(Collection entries)
⁂
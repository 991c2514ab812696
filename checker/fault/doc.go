// Package fault computes short-circuit currents at a low-voltage switchboard after
// IEC 60909-0: the impedance of everything that feeds the fault, the largest and the
// smallest initial current, the peak, and the heat.
//
// Every equation is one pure function beside one [working.Formula]. The operands in
// the Equation stand in the order of the function's arguments (of the fields, where an
// argument is a struct), so that a caller can hand both to [working.Compute]. Where the
// number of operands is not fixed (a sum, branches in parallel) a function makes the
// Formula from the symbols of the operands.
//
// Arguments outside the range of a formula give a [working.RangeError]; nothing that is
// not finite is returned. Clause numbers of the standard are from memory unless the
// source says that they were seen.
package fault
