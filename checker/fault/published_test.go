package fault_test

import (
	"math"
	"os"
	"strconv"
	"strings"
	"testing"

	"gopkg.in/yaml.v3"

	"boardproof/checker/units"
)

// printed is a number as a source prints it; half a unit of its last place is the most the
// print can be off.
type printed struct {
	value, half float64
}

func (p *printed) UnmarshalYAML(node *yaml.Node) error {
	v, err := strconv.ParseFloat(node.Value, 64)
	if err != nil {
		return err
	}
	places := 0
	if _, after, found := strings.Cut(node.Value, "."); found {
		places = len(after)
	}
	*p = printed{v, 0.5000001 * math.Pow10(-places)}
	return nil
}

// read loads a file of testdata/iec60909 and refuses keys the test does not know.
func read[T any](t *testing.T, name string) T {
	t.Helper()
	file, err := os.Open("../../testdata/iec60909/" + name)
	if err != nil {
		t.Fatal(err)
	}
	defer file.Close()
	decoder := yaml.NewDecoder(file)
	decoder.KnownFields(true)
	var data T
	if err := decoder.Decode(&data); err != nil {
		t.Fatal(err)
	}
	return data
}

// must returns the value of a function that may not fail here.
func must[U any](value U, err error) U {
	if err != nil {
		panic(err)
	}
	return value
}

// asPrinted compares with a printed value within its rounding.
func asPrinted(t *testing.T, what string, got float64, want printed) {
	t.Helper()
	if !(math.Abs(got-want.value) <= want.half) {
		t.Errorf("%s: computed %.6g, printed %v", what, got, want.value)
	}
}

// within compares with a relative tolerance and returns the deviation.
func within(t *testing.T, what string, got, want, tolerance float64) float64 {
	t.Helper()
	deviation := math.Abs(got/want - 1)
	if !(deviation <= tolerance) {
		t.Errorf("%s: computed %.7g, expected %.7g, relative difference %.2g above %g", what, got, want, deviation, tolerance)
	}
	return deviation
}

func milliohm(v units.Ohm) float64      { return float64(v) * 1e3 }
func kiloampere(v units.Ampere) float64 { return float64(v) / 1e3 }
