package fault

import (
	"fmt"
	"math"
	"strings"
	"sync"

	"boardproof/checker/units"
	"boardproof/checker/working"
)

// Material is what a conductor is made of.
type Material string

// The conductor materials whose resistance is known here.
const (
	Copper    Material = "copper"
	Aluminium Material = "aluminium"
)

// Default reactances per length at 50 Hz, for links whose reactance nobody states. At 60 Hz
// they are a fifth larger.
const (
	CableReactance       units.OhmPerMetre = 0.08e-3 // multicore cable or single cores in trefoil
	FlatCableReactance   units.OhmPerMetre = 0.09e-3 // single cores flat, touching
	SpacedCableReactance units.OhmPerMetre = 0.13e-3 // single cores flat, spaced
	BarReactance         units.OhmPerMetre = 0.15e-3 // open busbars
)

// Where the default reactances come from.
var (
	CableReactanceSource = working.Source{Standard: "CLC/TR 50480 and UTE C 15-500", Clause: "reactance of cables", Status: fromMemory}
	BarReactanceSource   = working.Source{Standard: "printed guide for short-circuit calculations", Clause: "0.15 mΩ/m for busbars", Status: seen}
)

type conductorRow struct {
	material  Material
	area      units.SquareMetre
	perLength units.OhmPerMetre
}

var conductors = sync.OnceValues(loadConductors)

func loadConductors() ([]conductorRow, error) {
	lines, err := rows("conductor_resistance.csv", "material", "area_mm2", "ohm_per_km")
	if err != nil {
		return nil, err
	}
	var out []conductorRow
	for _, line := range lines {
		area, err := line.numbers(1e-6, 1)
		if err != nil {
			return nil, err
		}
		ohms, err := line.numbers(1e-3, 2)
		if err != nil {
			return nil, err
		}
		r := conductorRow{Material(line.cells[0]), units.SquareMetre(area[0]), units.OhmPerMetre(ohms[0])}
		if r.material != Copper && r.material != Aluminium {
			return nil, fmt.Errorf("%s: found material %q, expected copper or aluminium", line.place, r.material)
		}
		if last := len(out) - 1; last >= 0 && out[last].material == r.material && (r.area <= out[last].area || r.perLength >= out[last].perLength) {
			return nil, fmt.Errorf("%s: areas must rise and resistances fall", line.place)
		}
		out = append(out, r)
	}
	return out, nil
}

// StrandedResistanceFormula is R'_L of a cable conductor of the given material.
func StrandedResistanceFormula(m Material) *working.Formula {
	return &working.Formula{
		ID: "fault.stranded_resistance_" + string(m), Symbol: "R'_L", Name: "resistance per length at 20 °C",
		Equation: "Table 2, class 2, " + string(m) + ", {A}",
		Source:   working.Source{Standard: "IEC 60228", Edition: "2004", Clause: "Table 2", Status: seen},
		Note:     "the table gives the largest permitted resistance",
	}
}

// StrandedResistance returns the largest resistance per length at 20 °C of one conductor of a
// cable, stranded, class 2. Only listed areas are answered (copper 1.5 to 630 mm², aluminium
// 10 to 630 mm²); there is no interpolation.
//
//	R'_L = Table 2 (material, A)
//
// Source: IEC 60228:2004 Table 2, seen in published material; confirmed by cases B01 to B06
// of testdata/iec60909/reference-cases.yaml.
func StrandedResistance(m Material, area units.SquareMetre) (units.OhmPerMetre, error) {
	table, err := conductors()
	if err != nil {
		return 0, err
	}
	var listed []string
	for _, r := range table {
		if r.material != m {
			continue
		}
		if math.Abs(float64(area-r.area)) < 1e-9*float64(r.area) {
			return r.perLength, nil
		}
		listed = append(listed, strings.TrimSuffix(units.Format(r.area), " mm²"))
	}
	if len(listed) == 0 {
		return 0, fmt.Errorf("found conductor material %q, expected copper or aluminium", m)
	}
	return 0, &working.RangeError{Symbol: "A", Found: units.Format(area), Limit: "A one of " + strings.Join(listed, ", ") + " mm² in " + string(m)}
}

// resistivity at 20 °C in Ω·m, the smallest and the largest to assume.
var resistivity = map[Material]struct{ smallest, largest float64 }{
	Copper:    {1.7241e-8, 1e-6 / 54},
	Aluminium: {2.826e-8, 1e-6 / 34},
}

var areaRange = limits[units.SquareMetre]("A", 1e-7, 0.1)

// SmallestBarResistanceFormula is R'_L of a bar of good conductivity, for the largest current.
func SmallestBarResistanceFormula(m Material) *working.Formula {
	return barFormula(m, "smallest", map[Material]string{Copper: "17.241", Aluminium: "28.26"}[m],
		working.Source{Standard: "IEC 60028", Clause: "100 % IACS for copper, 61 % for aluminium", Status: fromMemory})
}

// LargestBarResistanceFormula is R'_L of a bar of ordinary conductivity, for the smallest current.
func LargestBarResistanceFormula(m Material) *working.Formula {
	return barFormula(m, "largest", map[Material]string{Copper: "1000/54", Aluminium: "1000/34"}[m],
		iec60909("6.4", "copper seen in published material, aluminium from memory, unconfirmed"))
}

func barFormula(m Material, end, milliohm string, source working.Source) *working.Formula {
	return &working.Formula{
		ID: "fault." + end + "_bar_resistance_" + string(m), Symbol: "R'_L", Name: "resistance per length at 20 °C",
		Equation: milliohm + " mΩ·mm²/m / {A}", Source: source, Range: []working.Interval{areaRange},
		Note: "without the increase by skin and proximity effect",
	}
}

// SmallestBarResistance returns the resistance per length at 20 °C of a bar, or of a cable
// of an area not listed, at the good end of the usual conductivity.
//
//	R'_L = ρ20 / A,  ρ20 = 17.241 (copper) or 28.26 (aluminium) mΩ·mm²/m
//
// Source: IEC 60028, from memory, unconfirmed; confirmed by the range test against
// IEC 60228.
func SmallestBarResistance(m Material, area units.SquareMetre) (units.OhmPerMetre, error) {
	return barResistance(SmallestBarResistanceFormula(m), m, resistivity[m].smallest, area)
}

// LargestBarResistance returns the resistance per length at 20 °C of a bar, or of a cable
// of an area not listed, at the ordinary end of the usual conductivity.
//
//	R'_L = ρ20 / A,  ρ20 = 1000/54 (copper) or 1000/34 (aluminium) mΩ·mm²/m
//
// Source: IEC 60909-0 6.4, copper seen in published material; confirmed by the range test
// against IEC 60228.
func LargestBarResistance(m Material, area units.SquareMetre) (units.OhmPerMetre, error) {
	return barResistance(LargestBarResistanceFormula(m), m, resistivity[m].largest, area)
}

func barResistance(f *working.Formula, m Material, rho float64, area units.SquareMetre) (units.OhmPerMetre, error) {
	if rho == 0 {
		return 0, fmt.Errorf("found conductor material %q, expected copper or aluminium", m)
	}
	if err := f.CheckRange(float64(area)); err != nil {
		return 0, err
	}
	return finite[units.OhmPerMetre](f, rho/float64(area))
}

// LineResistanceFormula and LineReactanceFormula are the parts of Z_L of equal cables or bars
// in parallel.
var (
	LineResistanceFormula = working.Formula{
		ID: "fault.line_resistance", Symbol: "R_L20", Name: "resistance of the link at 20 °C",
		Equation: "{R'_L}·{l}/{n}", Source: working.Source{Status: identity}, Range: lineRange("R'_L"),
	}
	LineReactanceFormula = working.Formula{
		ID: "fault.line_reactance", Symbol: "X_L", Name: "reactance of the link",
		Equation: "{X'_L}·{l}/{n}", Source: working.Source{Status: identity}, Range: lineRange("X'_L"),
	}
)

func lineRange(symbol string) []working.Interval {
	return []working.Interval{limits[units.OhmPerMetre](symbol, 0, 1), limits[units.Metre]("l", 0, 1e5), limits[units.Ratio]("n", 1, 100)}
}

// LineResistance returns the resistance of a link of n equal conductors per phase.
//
//	R_L20 = R'_L·l / n
//
// n is a whole number. Source: definition; confirmed by testdata/iec60909/tr60909-4.yaml
// (Z_L1 to Z_L4 as published).
func LineResistance(perLength units.OhmPerMetre, length units.Metre, inParallel units.Ratio) (units.Ohm, error) {
	return alongLine(&LineResistanceFormula, perLength, length, inParallel)
}

// LineReactance returns the reactance of a link of n equal conductors per phase.
//
//	X_L = X'_L·l / n
//
// n is a whole number. Source: definition; confirmed by testdata/iec60909/tr60909-4.yaml
// (Z_L1 to Z_L4 as published).
func LineReactance(perLength units.OhmPerMetre, length units.Metre, inParallel units.Ratio) (units.Ohm, error) {
	return alongLine(&LineReactanceFormula, perLength, length, inParallel)
}

func alongLine(f *working.Formula, perLength units.OhmPerMetre, length units.Metre, n units.Ratio) (units.Ohm, error) {
	if err := f.CheckRange(float64(perLength), float64(length), float64(n)); err != nil {
		return 0, err
	}
	if float64(n) != math.Trunc(float64(n)) {
		return 0, fmt.Errorf("the number in parallel n is %s, expected a whole number", units.Format(n))
	}
	return finite[units.Ohm](f, float64(perLength)*float64(length)/float64(n))
}

// ResistanceAtTemperatureFormula is R_L of a warm conductor.
var ResistanceAtTemperatureFormula = working.Formula{
	ID: "fault.resistance_at_temperature", Symbol: "R_L", Name: "resistance of the link at its temperature",
	Equation: "{R_L20}·(1 + 0.004·({θ_e} − 20 °C))", Source: iec60909("6.4 and 7.1.2, eq. (3)", recomputed),
	Range: []working.Interval{partOf("R_L20"), limits[units.Celsius]("θ_e", -40, 300)},
	Note:  "0.004 per kelvin for copper and aluminium",
}

// ResistanceAtTemperature returns the resistance of a copper or aluminium conductor at a
// temperature. For the largest current 20 °C is used, for the smallest the temperature at
// the end of the fault.
//
//	R_L = R_L20·(1 + 0.004·(θ_e − 20 °C))
//
// Source: IEC 60909-0; confirmed by cases B01 to B06 of
// testdata/iec60909/reference-cases.yaml and by lv-exercise.yaml.
func ResistanceAtTemperature(at20 units.Ohm, temperature units.Celsius) (units.Ohm, error) {
	f := &ResistanceAtTemperatureFormula
	if err := f.CheckRange(float64(at20), float64(temperature)); err != nil {
		return 0, err
	}
	return finite[units.Ohm](f, float64(at20)*(1+0.004*(float64(temperature)-20)))
}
⁂
### Your assignment
Wherever the word "flat" appears in the records above, copy that line.

### Task answer
	FlatCableReactance   units.OhmPerMetre = 0.09e-3 // single cores flat, touching
	SpacedCableReactance units.OhmPerMetre = 0.13e-3 // single cores flat, spaced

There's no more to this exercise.